Now, I know that show, don’t tell is a much more effective method of storytelling, but I don’t want to describe it to you because it was a maggot. A maggot in my bin!
Even typing that is reigniting the fear that I’m now unknowingly covered in maggots. That they crawled into my Crocs via the holes that don’t contain Jibbitz and are worming around on my bed as we speak.
Probably talking in high pitched frequencies to the chubby spider that’s returned.
Naturally, I shoved my remaining rubbish load in as fast as I could and slammed the lid back on.
That’s when the shame kicked in.
I looked around. Did anyone see that? Does anyone know I have a maggot in my bin?
After a thorough wash inside, I found myself just standing at the window staring down at the horror show that was below.

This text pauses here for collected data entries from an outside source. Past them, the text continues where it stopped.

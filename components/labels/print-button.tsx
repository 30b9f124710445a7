"use client";

/** Opens the browser's print dialog for the page. */
export function PrintButton({ label = "Print" }: { label?: string }) {
  return (
    <button type="button" className="button" onClick={() => window.print()}>
      {label}
    </button>
  );
}
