/** ASTM D5993 mass per unit area of the GCL and of its clay at 0 % moisture. */
import { indexMethodSettings, measured } from "../index-test/index-method-settings";

const G = "The method";
export const D5993_SETTINGS = indexMethodSettings({
  methodCode: "D5993",
  units: ["kg/m2", "g/m2"],
  ownShape: {
    minSpecimenAreaCm2: measured("the smallest specimen area", { positive: true, max: 100000 }),
  },
  ownFields: [
    { key: "minSpecimenAreaCm2", label: "Specimen area, at least", unit: "cm²", group: G, source: "from memory", note: "About 100 cm² (a 100 mm square); a smaller specimen is refused." },
  ],
  defaults: { minSpecimens: 3, reportingUnit: "kg/m2", reportingDecimals: 2, expandedUncertainty: null, coverageFactor: 2, minSpecimenAreaCm2: 100 },
  specimens: { source: "from memory", note: "Several specimens across the roll width; three is a common minimum." },
  decimals: { source: "common practice", note: "Specifications state mass per area to 0.01 kg/m² (3.66 kg/m²)." },
});
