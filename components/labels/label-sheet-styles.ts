import { LABEL_STOCK as S } from "@/lib/labels/label-stock";

/**
 * The label sheet's layout, as CSS text so the app page and the PDF (which has no bundler) share it.
 * Sizes come from the label stock, in mm; on screen each sheet is drawn as a sheet of paper.
 */
export const LABEL_SHEET_CSS = `
@page { size: A4; margin: ${S.marginTopMm}mm ${S.marginLeftMm}mm; }
.label-sheet { font-family: "DejaVu Sans", "Liberation Sans", sans-serif; color: #000; }
.label-sheet * { box-sizing: border-box; }
.label-page { display: grid; grid-template-columns: repeat(${S.columns}, ${S.labelWidthMm}mm); grid-auto-rows: ${S.labelHeightMm}mm; column-gap: ${S.columnGapMm}mm; align-content: start; break-after: page; }
.label-page:last-child { break-after: auto; }
.label { display: grid; grid-template-columns: 24mm 1fr; column-gap: 2mm; align-items: center; padding: 2mm 2.5mm 2mm 2mm; overflow: hidden; break-inside: avoid; }
.label-code { width: 24mm; height: 24mm; }
.label-code svg { display: block; width: 100%; height: 100%; }
.label-text { min-width: 0; display: flex; flex-direction: column; gap: 0.8mm; }
.label-kind { font-size: 6.5pt; text-transform: uppercase; letter-spacing: 0.08em; color: #333; }
.label-number { font-family: "DejaVu Sans Mono", "Liberation Mono", monospace; font-size: 13pt; font-weight: 700; letter-spacing: -0.02em; white-space: nowrap; line-height: 1.1; }
.label-description { font-size: 6.5pt; line-height: 1.25; overflow-wrap: anywhere; display: -webkit-box; -webkit-line-clamp: 3; -webkit-box-orient: vertical; overflow: hidden; }
.label-lab { font-size: 5.5pt; color: #444; white-space: nowrap; overflow: hidden; text-overflow: ellipsis; }
@media screen {
  .label-page { width: ${S.pageWidthMm}mm; min-height: ${S.pageHeightMm}mm; padding: ${S.marginTopMm}mm ${S.marginLeftMm}mm; background: #fff; box-shadow: 0 2px 12px rgba(29, 42, 48, 0.15); margin: 0 0 1.5rem; }
  .label { outline: 1px dashed #c9c4b8; outline-offset: -1px; }
}
`;
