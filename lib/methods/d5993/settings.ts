/** ASTM D5993 mass per unit area of the GCL and of its clay at 0 % moisture. */
import { indexMethodSettings, measured } from "../index-test/index-method-settings";

export const D5993_SETTINGS = indexMethodSettings({
  methodCode: "D5993",
  units: ["kg/m2", "g/m2"],
  specimens: { default: 3, source: "from memory", note: "Several specimens across the roll width; three is a common minimum." },
  decimals: { default: 2, source: "common practice", note: "Specifications state mass per area to 0.01 kg/m² (3.66 kg/m²)." },
  own: {
    minSpecimenAreaCm2: { default: 100, schema: measured("the smallest specimen area", { positive: true, max: 100000 }), label: "Specimen area, at least", unit: "cm²", source: "from memory", note: "About 100 cm² (a 100 mm square); a smaller specimen is refused." },
  },
});
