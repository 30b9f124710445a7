import { beforeAll, describe, expect, it } from "vitest";
import { createApiToken } from "@/lib/server/api-tokens/create-api-token";
import { revokeApiToken } from "@/lib/server/api-tokens/revoke-api-token";
import { allocateLabNumber } from "@/lib/server/db/allocate-lab-number";
import { withActor } from "@/lib/server/db/transaction";
import * as certificatePdf from "@/app/api/v1/certificates/[number]/pdf/route";
import * as certificate from "@/app/api/v1/certificates/[number]/route";
import * as certificates from "@/app/api/v1/certificates/route";
import * as openapi from "@/app/api/v1/openapi.json/route";
import * as results from "@/app/api/v1/results/route";
import * as roll from "@/app/api/v1/rolls/[labNumber]/route";
import * as rolls from "@/app/api/v1/rolls/route";
import * as readings from "@/app/api/v1/runs/[labNumber]/readings/route";
import * as run from "@/app/api/v1/runs/[labNumber]/route";
import * as runs from "@/app/api/v1/runs/route";
import * as specimen from "@/app/api/v1/specimens/[labNumber]/route";
import * as specimens from "@/app/api/v1/specimens/route";
import { db, makeUser, unique } from "../support/factories";
import { issueRevision } from "../support/issue-certificate-revision";
import { at, gridRow, makeRun } from "../support/make-permeating-run";

const SYSTEM = { id: "system:test" };
const BASE = "http://seepline.test/api/v1";

// Answers are read as loose JSON: the assertions say what shape they must have.
// eslint-disable-next-line @typescript-eslint/no-explicit-any
type Json = Record<string, any>;
type Handler = (request: Request, context: { params: Promise<never> }) => Promise<Response>;
async function call(handler: unknown, path: string, options: { token?: string | null; params?: Record<string, string>; method?: string; body?: unknown; raw?: string } = {}) {
  const headers: Record<string, string> = {};
  if (options.token) headers.authorization = `Bearer ${options.token}`;
  const body = options.raw ?? (options.body === undefined ? undefined : JSON.stringify(options.body));
  if (body !== undefined) headers["content-type"] = "application/json";
  const response = await (handler as Handler)(new Request(`${BASE}${path}`, { method: options.method ?? "GET", headers, body }), { params: Promise.resolve((options.params ?? {}) as never) });
  const type = response.headers.get("content-type") ?? "";
  return { status: response.status, headers: response.headers, json: type.includes("json") ? ((await response.json()) as Json) : null, bytes: type.includes("pdf") ? new Uint8Array(await response.arrayBuffer()) : null };
}
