import type { PrintableLabel } from "@/lib/server/labels/get-printable-labels";
import { DocumentFrame } from "../documents/document-frame";
import { LabelSheet } from "./label-sheet";

/** The label sheets as a whole HTML page, for printing to PDF. */
export function LabelSheetDocument({ labels, labName }: { labels: PrintableLabel[]; labName: string }) {
  return (
    <DocumentFrame title={`Labels · ${labName}`}>
      <LabelSheet labels={labels} labName={labName} />
    </DocumentFrame>
  );
}
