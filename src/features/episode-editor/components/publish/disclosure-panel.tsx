import { useId } from 'react';
import type { DisclosureJson } from '../../../../shared/schemas/sponsors';

interface DisclosurePanelProps {
  /** The disclosure worked out from the saved part lines and the build's paid sponsorships; null when none is needed. */
  disclosure: DisclosureJson | null | undefined;
  confirmed: boolean;
  onChange: (confirmed: boolean) => void;
}

/**
 * What readers will see first, and the creator's confirmation that the video says it too — a
 * supported episode cannot be published or scheduled without it (the publish check).
 */
export function DisclosurePanel({ disclosure, confirmed, onChange }: DisclosurePanelProps) {
  const id = useId();
  return (
    <section aria-labelledby={`${id}-heading`}>
      <h2 id={`${id}-heading`} className="label-condensed border-b-2 border-ink pb-2">
        Disclosure
      </h2>
      {disclosure === undefined ? <p className="mt-3 text-slate">Working out the disclosure…</p> : null}
      {disclosure === null ? (
        <p className="mt-3 text-ink-2">No disclosure needed: no supported parts, affiliate links or paid sponsorship on the day.</p>
      ) : null}
      {disclosure ? (
        <>
          <p className="mt-3 border border-brass bg-brass-soft px-3 py-2 text-[15px] text-ink">
            <span className="mr-2 inline-block bg-ink px-1.5 py-0.5 font-condensed text-[12px] font-semibold tracking-[0.12em] text-paper uppercase">
              {disclosure.label}
            </span>
            {disclosure.text}
          </p>
          <p className="mt-2 text-[14px] text-slate">
            Readers see this first on the episode, and in the feed, the share card, the notice e-mails and the chapter block for the video
            description.
          </p>
        </>
      ) : null}
      <div className="mt-3 flex items-start gap-2">
        <input
          id={`${id}-confirm`}
          type="checkbox"
          checked={confirmed}
          onChange={(e) => onChange(e.target.checked)}
          className="mt-1 h-5 w-5 accent-ink"
          aria-describedby={`${id}-confirm-hint`}
        />
        <div>
          <label htmlFor={`${id}-confirm`} className="font-semibold text-ink">
            The video discloses this too
          </label>
          <p id={`${id}-confirm-hint`} className="text-[14px] text-slate">
            Said or shown in the video itself, near the start (UK CAP/ASA guidance; US FTC Endorsement Guides).
          </p>
        </div>
      </div>
    </section>
  );
}
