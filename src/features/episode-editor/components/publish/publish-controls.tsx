import { useState } from 'react';
import { Button } from '../../../../components/ui/button';
import { ConfirmDialog } from '../../../../components/ui/confirm-dialog';
import { Plate, type PlateTone } from '../../../../components/ui/plate';
import { useApi } from '../../../../lib/api-context';
import type { Episode } from '../../../../shared/schemas/episodes';
import { publishEpisode, scheduleEpisode, unpublishEpisode } from '../../api/publishing';
import { formatLocalDateTime, localTimeZoneName } from '../../model/local-time';
import { useHydrated } from '../../hooks/use-hydrated';
import { publishProblemLines } from '../../model/publish-problems';
import { ScheduleForm } from './schedule-form';

interface PublishControlsProps {
  episode: Episode;
  /** Saves what is unsaved, then runs the action with the current version (autosave's `commit`). */
  commit: (action: (version: number) => Promise<Episode>) => Promise<Episode>;
}

const plateTone: Record<Episode['status'], PlateTone> = { draft: 'slate', scheduled: 'brass', published: 'gauge' };

type Outcome = { kind: 'done'; text: string } | { kind: 'error'; text: string; lines: string[] } | null;

/** The status plate and what can be done from it: publish now, schedule, back to draft. */
export function PublishControls({ episode, commit }: PublishControlsProps) {
  const api = useApi();
  const [pending, setPending] = useState(false);
  const [outcome, setOutcome] = useState<Outcome>(null);
  const [confirmUnpublish, setConfirmUnpublish] = useState(false);
  const hydrated = useHydrated();
  const zone = hydrated ? localTimeZoneName() : '';
  // Times are said in the reader's zone, which only the browser knows.
  const when = (iso: string) => (hydrated ? `${formatLocalDateTime(iso)} (${zone})` : '…');

  const act = async (action: (version: number) => Promise<Episode>, done: (ep: Episode) => string) => {
    setPending(true);
    setOutcome(null);
    try {
      const ep = await commit(action);
      setOutcome({ kind: 'done', text: done(ep) });
    } catch (err) {
      const lines = publishProblemLines(err);
      const text = err instanceof Error ? err.message : 'It did not work.';
      setOutcome({ kind: 'error', text: lines.length ? 'Not published yet. Fix these first:' : text, lines });
    } finally {
      setPending(false);
      setConfirmUnpublish(false);
    }
  };

  const publishNow = () =>
    act(
      (v) => publishEpisode(api, episode.id, v),
      () => 'Published. Readers can see it now.',
    );
  const schedule = (publishAt: string) =>
    act(
      (v) => scheduleEpisode(api, episode.id, v, publishAt),
      (ep) => `Scheduled for ${when(ep.publishAt ?? publishAt)}. The checks run again at that time.`,
    );
  const unpublish = () =>
    act(
      (v) => unpublishEpisode(api, episode.id, v),
      () => 'Back to draft. Readers no longer see it.',
    );

  return (
    <section aria-labelledby="publish-heading">
      <h2 id="publish-heading" className="label-condensed border-b-2 border-ink pb-2">
        Publishing
      </h2>
      <div className="mt-3 flex flex-wrap items-center gap-3">
        <Plate tone={plateTone[episode.status]}>{episode.status}</Plate>
        <p className="text-ink-2">
          {episode.status === 'draft' ? 'Only the build team can see this episode.' : null}
          {episode.status === 'scheduled' && episode.publishAt ? `Publishes on ${when(episode.publishAt)}.` : null}
          {episode.status === 'published' && episode.publishedAt ? `Published on ${when(episode.publishedAt)}.` : null}
        </p>
      </div>
      {episode.status === 'draft' && episode.publishError ? (
        <div role="alert" className="mt-3 border border-l-4 border-rule border-l-oxide-2 bg-card px-4 py-3">
          <p className="font-semibold text-ink">It was scheduled but did not go out: the checks failed at that time.</p>
          <p className="mt-1 text-ink-2">{episode.publishError}</p>
        </div>
      ) : null}
      <div className="mt-4 space-y-4">
        {episode.status !== 'published' ? (
          <>
            <Button onClick={() => void publishNow()} disabled={pending}>
              {pending ? 'Working…' : 'Publish now'}
            </Button>
            <ScheduleForm
              current={episode.status === 'scheduled' ? episode.publishAt : null}
              pending={pending}
              onSchedule={(at) => void schedule(at)}
            />
          </>
        ) : null}
        {episode.status !== 'draft' ? (
          <Button variant="secondary" onClick={() => setConfirmUnpublish(true)} disabled={pending}>
            {episode.status === 'scheduled' ? 'Cancel the schedule' : 'Unpublish'}
          </Button>
        ) : null}
      </div>
      <div role="status" className="mt-3">
        {outcome?.kind === 'done' ? <p className="text-gauge">{outcome.text}</p> : null}
      </div>
      {outcome?.kind === 'error' ? (
        <div role="alert" className="mt-3 border border-l-4 border-rule border-l-oxide-2 bg-card px-4 py-3">
          <p className="font-semibold text-ink">{outcome.text}</p>
          {outcome.lines.length ? (
            <ul className="mt-1 list-disc pl-5 text-ink-2">
              {outcome.lines.map((l) => (
                <li key={l}>{l}</li>
              ))}
            </ul>
          ) : null}
        </div>
      ) : null}
      <ConfirmDialog
        open={confirmUnpublish}
        title={episode.status === 'scheduled' ? 'Cancel the scheduled publishing?' : `Unpublish “${episode.title}”?`}
        confirmLabel={episode.status === 'scheduled' ? 'Back to draft' : 'Unpublish'}
        cancelLabel="Keep it as it is"
        tone="primary"
        pending={pending}
        onConfirm={() => void unpublish()}
        onClose={() => setConfirmUnpublish(false)}
      >
        <p>
          {episode.status === 'scheduled'
            ? 'The episode goes back to draft and will not publish by itself.'
            : 'Readers no longer see it; links to it answer “not found” until you publish it again. Nothing is deleted.'}
        </p>
      </ConfirmDialog>
    </section>
  );
}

I even ended up on a MumsNet forum of people who assured one another that maggots in bins is just something that happens from time to time in summer, but it wasn’t enough to quell the shame.
I kept going back to the window to check. Check for what, I don’t know?
My neighbours with pitchforks and torches? My bin being carried along the road on the back of a million maggots?
What’s even worse is that I have a gardener coming at 8am. Does this sound like the words of someone that could deal with soil? What will she think of me if she arrives and there’s maggots everywhere???
What are the bin men going to say? Will they silently shake their head at me as I watch them open the lid from my window?
I wish there was a live feed bin collection I could follow.
I should get to bed… I need to set an alarm to ensure I have time to leave the country if I wake up to news of a local maggot infestation.
Wish me luck.
P.S. I promise I’m not disgusting, despite having a maggot in my bin.
Flying Ant day is the worse! Also this may make you laugh, a friend is a landlord and their tenant rang them to complain that they’d found maggots in their kitchen bin, the tenant didn’t believe it was because of something that may have been in their bin but that it was a fault of the landlord 😂😂
Please take up narrating nature documentaries, specifically one about creepy crawlies that you’re horrified by - this was a hilarious read. Also totally relatable, I too would be horrified by a maggot in the bin, and now I can’t stop thinking about how many must be in the communal bin store of my building!?